Task inputs Block Start

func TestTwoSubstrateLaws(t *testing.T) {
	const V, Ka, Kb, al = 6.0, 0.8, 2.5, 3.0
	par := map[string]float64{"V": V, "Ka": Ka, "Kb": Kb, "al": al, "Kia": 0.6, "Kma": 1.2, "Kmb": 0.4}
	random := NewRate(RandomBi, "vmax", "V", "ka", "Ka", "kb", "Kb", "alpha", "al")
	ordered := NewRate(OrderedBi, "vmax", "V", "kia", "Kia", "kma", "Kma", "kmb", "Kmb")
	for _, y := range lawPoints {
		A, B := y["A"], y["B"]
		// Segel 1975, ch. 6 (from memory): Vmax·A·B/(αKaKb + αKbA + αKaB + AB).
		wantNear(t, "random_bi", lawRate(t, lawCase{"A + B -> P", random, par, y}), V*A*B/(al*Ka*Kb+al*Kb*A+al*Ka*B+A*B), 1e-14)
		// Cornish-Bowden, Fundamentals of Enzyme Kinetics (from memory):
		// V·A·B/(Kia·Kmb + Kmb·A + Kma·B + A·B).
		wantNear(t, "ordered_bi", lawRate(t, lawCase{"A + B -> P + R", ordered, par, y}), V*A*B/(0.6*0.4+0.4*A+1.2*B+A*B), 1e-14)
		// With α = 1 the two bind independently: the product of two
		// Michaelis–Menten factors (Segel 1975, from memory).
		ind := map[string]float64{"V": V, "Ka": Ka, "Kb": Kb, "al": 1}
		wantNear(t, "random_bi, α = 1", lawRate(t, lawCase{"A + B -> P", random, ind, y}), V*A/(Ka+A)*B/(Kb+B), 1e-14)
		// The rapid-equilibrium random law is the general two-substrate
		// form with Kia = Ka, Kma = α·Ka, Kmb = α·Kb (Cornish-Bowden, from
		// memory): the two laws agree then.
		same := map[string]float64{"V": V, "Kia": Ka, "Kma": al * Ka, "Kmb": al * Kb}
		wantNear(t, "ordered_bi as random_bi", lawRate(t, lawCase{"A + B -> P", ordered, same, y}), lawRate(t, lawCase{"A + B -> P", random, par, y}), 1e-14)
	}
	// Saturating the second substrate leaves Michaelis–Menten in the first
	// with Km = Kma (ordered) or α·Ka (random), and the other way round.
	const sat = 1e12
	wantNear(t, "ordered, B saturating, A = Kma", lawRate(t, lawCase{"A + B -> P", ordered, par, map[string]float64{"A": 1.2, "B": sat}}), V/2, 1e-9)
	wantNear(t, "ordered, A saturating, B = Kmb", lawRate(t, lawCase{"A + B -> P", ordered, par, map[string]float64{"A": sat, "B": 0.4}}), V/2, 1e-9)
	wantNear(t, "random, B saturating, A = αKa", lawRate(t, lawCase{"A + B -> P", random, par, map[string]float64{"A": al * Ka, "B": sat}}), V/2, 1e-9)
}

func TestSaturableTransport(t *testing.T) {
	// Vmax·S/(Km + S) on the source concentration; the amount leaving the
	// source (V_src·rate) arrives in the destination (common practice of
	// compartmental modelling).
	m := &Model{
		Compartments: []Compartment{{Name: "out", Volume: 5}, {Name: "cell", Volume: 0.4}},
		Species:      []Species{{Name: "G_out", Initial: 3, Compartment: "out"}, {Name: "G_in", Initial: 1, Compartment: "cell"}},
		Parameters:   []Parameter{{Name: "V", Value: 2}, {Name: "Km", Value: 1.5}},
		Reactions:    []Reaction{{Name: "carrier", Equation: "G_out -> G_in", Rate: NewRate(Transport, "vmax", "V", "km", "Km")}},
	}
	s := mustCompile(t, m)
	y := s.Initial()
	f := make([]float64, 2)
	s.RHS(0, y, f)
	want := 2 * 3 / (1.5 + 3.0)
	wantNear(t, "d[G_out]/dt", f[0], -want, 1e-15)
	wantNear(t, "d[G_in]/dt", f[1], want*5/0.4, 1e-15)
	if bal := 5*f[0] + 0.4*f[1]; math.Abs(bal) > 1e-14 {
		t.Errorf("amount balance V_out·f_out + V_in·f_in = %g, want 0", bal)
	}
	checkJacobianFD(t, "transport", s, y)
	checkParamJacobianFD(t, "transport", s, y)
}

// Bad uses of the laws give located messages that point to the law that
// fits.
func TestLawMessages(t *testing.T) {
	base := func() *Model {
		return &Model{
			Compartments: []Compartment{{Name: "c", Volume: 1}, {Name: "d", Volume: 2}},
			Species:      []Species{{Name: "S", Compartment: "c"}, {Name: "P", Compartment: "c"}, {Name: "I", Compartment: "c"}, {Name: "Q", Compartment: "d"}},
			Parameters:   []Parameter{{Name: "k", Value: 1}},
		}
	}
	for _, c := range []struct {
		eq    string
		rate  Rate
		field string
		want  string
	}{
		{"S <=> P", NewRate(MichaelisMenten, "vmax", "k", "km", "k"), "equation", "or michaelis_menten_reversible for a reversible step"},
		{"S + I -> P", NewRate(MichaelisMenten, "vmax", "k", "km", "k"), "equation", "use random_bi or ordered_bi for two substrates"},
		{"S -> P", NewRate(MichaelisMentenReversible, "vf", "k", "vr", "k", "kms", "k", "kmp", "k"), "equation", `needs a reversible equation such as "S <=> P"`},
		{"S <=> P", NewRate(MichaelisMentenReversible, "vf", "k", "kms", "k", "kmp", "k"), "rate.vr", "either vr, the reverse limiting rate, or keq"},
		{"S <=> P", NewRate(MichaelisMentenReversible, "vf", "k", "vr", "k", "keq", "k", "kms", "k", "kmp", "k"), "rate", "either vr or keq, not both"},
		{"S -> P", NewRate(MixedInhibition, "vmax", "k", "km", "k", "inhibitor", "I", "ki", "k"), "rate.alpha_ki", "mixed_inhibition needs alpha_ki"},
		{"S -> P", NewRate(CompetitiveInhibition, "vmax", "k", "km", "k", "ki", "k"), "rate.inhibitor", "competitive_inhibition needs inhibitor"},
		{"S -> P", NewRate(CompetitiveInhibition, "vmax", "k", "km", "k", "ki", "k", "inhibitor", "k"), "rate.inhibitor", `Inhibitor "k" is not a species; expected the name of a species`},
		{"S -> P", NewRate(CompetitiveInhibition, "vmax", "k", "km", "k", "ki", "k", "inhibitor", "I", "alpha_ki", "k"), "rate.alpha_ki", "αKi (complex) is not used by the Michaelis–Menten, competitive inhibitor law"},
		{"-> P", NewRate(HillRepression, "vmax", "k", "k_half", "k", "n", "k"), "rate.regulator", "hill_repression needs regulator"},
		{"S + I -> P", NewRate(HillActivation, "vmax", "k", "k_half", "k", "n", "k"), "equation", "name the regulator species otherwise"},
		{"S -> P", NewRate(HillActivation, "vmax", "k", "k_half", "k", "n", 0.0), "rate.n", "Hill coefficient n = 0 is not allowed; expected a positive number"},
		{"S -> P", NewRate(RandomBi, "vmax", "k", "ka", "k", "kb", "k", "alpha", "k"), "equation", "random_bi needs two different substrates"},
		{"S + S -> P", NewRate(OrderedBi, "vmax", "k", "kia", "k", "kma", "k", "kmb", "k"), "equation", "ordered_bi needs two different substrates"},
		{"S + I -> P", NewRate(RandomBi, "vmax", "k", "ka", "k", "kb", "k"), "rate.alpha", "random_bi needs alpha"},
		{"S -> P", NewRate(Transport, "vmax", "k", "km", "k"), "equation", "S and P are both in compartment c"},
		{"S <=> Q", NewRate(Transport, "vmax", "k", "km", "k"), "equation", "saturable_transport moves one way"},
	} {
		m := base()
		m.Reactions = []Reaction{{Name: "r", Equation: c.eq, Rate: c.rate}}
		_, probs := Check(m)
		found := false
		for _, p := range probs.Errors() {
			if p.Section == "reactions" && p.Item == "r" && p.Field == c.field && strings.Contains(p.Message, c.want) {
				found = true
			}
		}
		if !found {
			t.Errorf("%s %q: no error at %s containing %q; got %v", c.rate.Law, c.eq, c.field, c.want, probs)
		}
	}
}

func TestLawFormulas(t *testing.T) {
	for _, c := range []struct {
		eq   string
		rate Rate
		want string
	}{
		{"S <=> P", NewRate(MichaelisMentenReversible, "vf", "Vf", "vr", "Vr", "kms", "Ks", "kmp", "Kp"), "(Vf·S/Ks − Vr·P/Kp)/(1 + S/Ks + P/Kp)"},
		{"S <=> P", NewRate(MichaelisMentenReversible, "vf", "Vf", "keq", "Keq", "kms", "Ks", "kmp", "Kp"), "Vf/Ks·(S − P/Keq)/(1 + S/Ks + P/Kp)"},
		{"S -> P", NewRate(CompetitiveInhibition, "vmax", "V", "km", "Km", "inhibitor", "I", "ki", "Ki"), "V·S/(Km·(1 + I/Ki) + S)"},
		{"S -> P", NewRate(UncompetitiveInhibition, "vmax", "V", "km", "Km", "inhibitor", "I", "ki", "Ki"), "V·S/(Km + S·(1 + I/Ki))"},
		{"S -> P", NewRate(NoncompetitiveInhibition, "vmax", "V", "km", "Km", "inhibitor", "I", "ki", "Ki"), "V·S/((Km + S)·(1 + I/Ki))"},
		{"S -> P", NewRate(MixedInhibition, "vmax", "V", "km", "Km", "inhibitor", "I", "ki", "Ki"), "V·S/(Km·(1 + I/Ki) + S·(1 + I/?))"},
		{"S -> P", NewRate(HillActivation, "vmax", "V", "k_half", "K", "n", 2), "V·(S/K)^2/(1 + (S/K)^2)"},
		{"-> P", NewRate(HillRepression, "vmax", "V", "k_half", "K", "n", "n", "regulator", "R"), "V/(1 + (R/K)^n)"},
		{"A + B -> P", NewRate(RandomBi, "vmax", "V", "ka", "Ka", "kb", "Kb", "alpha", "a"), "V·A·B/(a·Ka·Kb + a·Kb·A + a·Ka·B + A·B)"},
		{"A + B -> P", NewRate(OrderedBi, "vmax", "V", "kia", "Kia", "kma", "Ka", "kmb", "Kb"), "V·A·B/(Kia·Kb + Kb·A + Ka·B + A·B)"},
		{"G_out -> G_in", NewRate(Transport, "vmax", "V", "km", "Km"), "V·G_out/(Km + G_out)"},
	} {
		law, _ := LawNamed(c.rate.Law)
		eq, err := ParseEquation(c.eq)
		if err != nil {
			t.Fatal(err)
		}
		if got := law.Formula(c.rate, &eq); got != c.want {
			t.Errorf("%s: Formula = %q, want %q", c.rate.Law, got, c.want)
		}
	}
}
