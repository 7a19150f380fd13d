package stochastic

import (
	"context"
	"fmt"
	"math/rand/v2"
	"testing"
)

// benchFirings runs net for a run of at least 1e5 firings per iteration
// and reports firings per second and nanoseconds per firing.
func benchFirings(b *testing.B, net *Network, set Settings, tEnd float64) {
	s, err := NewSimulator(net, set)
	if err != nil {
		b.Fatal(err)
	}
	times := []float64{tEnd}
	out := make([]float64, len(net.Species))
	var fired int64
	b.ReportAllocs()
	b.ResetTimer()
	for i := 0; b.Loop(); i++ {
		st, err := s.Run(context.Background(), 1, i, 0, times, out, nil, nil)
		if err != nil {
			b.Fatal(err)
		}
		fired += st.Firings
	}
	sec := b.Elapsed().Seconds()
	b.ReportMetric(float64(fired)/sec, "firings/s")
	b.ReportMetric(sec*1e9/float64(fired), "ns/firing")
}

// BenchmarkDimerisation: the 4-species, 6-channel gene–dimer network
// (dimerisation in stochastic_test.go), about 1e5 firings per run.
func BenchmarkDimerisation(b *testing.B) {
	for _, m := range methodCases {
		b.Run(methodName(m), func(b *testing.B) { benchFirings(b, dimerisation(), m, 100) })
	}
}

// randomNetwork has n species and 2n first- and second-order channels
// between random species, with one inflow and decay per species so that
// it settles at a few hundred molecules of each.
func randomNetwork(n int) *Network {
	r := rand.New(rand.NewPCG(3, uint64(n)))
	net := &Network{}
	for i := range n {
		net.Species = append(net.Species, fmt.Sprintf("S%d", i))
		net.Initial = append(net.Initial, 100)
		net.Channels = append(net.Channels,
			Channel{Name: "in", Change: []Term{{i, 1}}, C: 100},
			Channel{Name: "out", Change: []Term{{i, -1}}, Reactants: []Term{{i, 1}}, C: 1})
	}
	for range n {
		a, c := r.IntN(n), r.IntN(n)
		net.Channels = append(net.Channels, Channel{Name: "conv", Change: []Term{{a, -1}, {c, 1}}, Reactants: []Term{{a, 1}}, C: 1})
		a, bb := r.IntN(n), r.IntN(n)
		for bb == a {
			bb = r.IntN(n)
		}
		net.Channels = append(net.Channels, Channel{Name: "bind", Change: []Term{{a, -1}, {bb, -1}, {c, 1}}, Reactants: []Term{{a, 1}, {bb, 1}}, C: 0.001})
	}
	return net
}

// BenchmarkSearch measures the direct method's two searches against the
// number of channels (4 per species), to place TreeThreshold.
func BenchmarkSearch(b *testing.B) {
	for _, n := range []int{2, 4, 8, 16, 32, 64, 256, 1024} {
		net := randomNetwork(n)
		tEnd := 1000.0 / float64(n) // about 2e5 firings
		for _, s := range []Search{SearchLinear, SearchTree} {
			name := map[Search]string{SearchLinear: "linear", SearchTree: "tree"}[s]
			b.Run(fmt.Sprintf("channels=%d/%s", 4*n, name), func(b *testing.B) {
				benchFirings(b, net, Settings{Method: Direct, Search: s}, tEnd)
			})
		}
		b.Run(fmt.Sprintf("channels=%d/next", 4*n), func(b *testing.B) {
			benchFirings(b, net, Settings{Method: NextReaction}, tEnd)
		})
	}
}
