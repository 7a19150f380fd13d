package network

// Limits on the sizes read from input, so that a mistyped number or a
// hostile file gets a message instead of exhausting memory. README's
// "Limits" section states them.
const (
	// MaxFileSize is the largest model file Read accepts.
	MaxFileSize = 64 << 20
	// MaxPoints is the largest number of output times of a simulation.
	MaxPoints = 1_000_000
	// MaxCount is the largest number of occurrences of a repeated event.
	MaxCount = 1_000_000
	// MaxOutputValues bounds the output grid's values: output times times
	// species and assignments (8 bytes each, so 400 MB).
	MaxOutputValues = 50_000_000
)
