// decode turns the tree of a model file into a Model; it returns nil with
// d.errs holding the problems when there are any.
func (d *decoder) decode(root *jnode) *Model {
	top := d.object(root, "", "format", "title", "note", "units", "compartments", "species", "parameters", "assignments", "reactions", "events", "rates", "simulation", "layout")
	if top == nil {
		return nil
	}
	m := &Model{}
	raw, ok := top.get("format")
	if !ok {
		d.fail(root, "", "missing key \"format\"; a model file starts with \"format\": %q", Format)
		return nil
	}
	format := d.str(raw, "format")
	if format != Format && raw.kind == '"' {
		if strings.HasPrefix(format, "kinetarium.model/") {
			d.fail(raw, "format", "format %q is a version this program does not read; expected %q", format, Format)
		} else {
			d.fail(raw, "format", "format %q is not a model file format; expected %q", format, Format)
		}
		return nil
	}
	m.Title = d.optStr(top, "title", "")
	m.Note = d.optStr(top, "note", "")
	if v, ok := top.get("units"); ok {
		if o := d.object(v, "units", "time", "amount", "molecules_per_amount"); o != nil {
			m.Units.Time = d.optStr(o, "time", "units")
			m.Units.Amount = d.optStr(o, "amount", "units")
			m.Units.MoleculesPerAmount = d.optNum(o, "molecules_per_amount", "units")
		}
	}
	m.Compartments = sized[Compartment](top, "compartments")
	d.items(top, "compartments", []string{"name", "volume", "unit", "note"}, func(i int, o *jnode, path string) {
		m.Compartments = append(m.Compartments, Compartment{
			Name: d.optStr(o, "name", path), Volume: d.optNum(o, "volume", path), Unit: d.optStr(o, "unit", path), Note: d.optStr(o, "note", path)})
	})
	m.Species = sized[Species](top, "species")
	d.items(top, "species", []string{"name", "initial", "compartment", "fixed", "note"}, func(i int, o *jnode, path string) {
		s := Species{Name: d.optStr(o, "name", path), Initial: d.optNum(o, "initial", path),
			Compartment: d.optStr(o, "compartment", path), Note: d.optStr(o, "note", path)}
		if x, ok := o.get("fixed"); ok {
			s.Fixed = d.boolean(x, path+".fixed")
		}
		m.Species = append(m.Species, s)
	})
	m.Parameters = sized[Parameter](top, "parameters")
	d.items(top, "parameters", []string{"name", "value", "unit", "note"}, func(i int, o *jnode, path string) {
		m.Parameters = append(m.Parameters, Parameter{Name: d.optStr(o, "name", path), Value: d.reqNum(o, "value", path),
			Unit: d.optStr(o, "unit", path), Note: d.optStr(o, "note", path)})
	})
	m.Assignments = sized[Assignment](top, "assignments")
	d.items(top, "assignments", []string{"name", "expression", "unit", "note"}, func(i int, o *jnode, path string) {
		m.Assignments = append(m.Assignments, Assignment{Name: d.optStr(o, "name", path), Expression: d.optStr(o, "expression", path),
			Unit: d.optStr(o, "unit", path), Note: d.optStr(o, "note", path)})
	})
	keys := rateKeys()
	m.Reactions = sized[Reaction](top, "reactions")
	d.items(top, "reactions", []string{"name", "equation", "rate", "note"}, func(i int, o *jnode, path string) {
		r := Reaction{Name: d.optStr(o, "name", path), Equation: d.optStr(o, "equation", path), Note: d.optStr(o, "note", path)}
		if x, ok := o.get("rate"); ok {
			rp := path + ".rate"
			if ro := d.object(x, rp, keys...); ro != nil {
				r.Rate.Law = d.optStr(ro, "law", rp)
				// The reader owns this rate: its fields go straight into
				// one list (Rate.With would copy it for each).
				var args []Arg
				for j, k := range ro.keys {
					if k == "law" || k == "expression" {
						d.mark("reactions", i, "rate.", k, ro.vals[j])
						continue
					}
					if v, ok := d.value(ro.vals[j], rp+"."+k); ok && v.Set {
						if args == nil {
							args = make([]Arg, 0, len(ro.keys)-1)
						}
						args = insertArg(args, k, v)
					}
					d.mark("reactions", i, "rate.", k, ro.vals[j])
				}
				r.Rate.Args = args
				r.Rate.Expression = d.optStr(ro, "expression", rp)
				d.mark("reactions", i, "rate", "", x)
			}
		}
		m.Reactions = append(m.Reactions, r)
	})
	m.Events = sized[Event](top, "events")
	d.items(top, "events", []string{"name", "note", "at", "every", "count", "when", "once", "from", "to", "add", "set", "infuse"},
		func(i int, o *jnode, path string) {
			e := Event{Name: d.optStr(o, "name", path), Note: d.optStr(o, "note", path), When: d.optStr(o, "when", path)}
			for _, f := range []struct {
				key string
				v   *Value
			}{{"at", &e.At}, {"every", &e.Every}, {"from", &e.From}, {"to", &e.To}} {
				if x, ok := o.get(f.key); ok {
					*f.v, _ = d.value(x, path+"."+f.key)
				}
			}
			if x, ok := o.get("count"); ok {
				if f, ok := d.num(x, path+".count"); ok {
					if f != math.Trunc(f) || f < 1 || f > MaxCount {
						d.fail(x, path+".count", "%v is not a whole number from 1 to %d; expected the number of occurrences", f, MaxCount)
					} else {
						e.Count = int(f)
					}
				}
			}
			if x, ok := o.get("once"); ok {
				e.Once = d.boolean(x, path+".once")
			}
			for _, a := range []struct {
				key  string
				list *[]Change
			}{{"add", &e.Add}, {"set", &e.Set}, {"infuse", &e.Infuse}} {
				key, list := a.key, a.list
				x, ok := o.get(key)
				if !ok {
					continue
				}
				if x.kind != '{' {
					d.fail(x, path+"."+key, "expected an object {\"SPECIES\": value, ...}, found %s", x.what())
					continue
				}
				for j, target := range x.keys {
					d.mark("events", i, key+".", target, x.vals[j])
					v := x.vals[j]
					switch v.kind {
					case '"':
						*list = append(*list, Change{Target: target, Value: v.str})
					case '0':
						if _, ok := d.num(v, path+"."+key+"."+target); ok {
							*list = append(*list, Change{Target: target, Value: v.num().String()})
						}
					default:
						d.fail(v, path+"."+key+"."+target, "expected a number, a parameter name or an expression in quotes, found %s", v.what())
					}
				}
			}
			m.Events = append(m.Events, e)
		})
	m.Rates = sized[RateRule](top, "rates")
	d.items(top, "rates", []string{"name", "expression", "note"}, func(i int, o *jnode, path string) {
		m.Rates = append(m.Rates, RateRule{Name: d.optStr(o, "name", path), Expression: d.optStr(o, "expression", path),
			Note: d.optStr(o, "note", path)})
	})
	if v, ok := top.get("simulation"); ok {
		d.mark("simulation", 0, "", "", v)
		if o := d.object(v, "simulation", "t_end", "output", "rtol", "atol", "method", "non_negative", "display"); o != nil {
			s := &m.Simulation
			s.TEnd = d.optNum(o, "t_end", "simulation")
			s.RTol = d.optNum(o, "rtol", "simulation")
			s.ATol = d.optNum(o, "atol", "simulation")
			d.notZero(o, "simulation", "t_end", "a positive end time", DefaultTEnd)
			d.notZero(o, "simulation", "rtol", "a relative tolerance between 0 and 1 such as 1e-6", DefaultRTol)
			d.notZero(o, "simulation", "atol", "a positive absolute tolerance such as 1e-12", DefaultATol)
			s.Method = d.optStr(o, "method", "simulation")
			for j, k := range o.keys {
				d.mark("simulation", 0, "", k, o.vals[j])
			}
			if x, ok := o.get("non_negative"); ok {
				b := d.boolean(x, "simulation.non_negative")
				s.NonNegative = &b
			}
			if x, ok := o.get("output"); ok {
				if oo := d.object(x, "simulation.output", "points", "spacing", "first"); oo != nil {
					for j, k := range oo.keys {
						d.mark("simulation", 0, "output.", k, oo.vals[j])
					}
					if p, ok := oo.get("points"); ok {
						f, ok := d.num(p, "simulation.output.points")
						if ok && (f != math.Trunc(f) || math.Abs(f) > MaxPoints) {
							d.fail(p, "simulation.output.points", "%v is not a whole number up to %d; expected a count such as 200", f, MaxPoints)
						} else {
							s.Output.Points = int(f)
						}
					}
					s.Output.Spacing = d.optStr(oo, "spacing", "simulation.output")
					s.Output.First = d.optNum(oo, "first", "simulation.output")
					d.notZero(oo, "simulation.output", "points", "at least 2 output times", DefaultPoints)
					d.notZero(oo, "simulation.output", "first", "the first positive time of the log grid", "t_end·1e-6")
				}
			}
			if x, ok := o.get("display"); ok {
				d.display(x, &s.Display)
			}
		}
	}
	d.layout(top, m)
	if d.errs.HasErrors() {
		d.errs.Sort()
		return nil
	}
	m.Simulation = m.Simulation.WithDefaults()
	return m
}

Task inputs Block End

* Your goal: Where a line of the entries above holds the word "spacing", return that line.

* Output for this task:
				if oo := d.object(x, "simulation.output", "points", "spacing", "first"); oo != nil {
					s.Output.Spacing = d.optStr(oo, "spacing", "simulation.output")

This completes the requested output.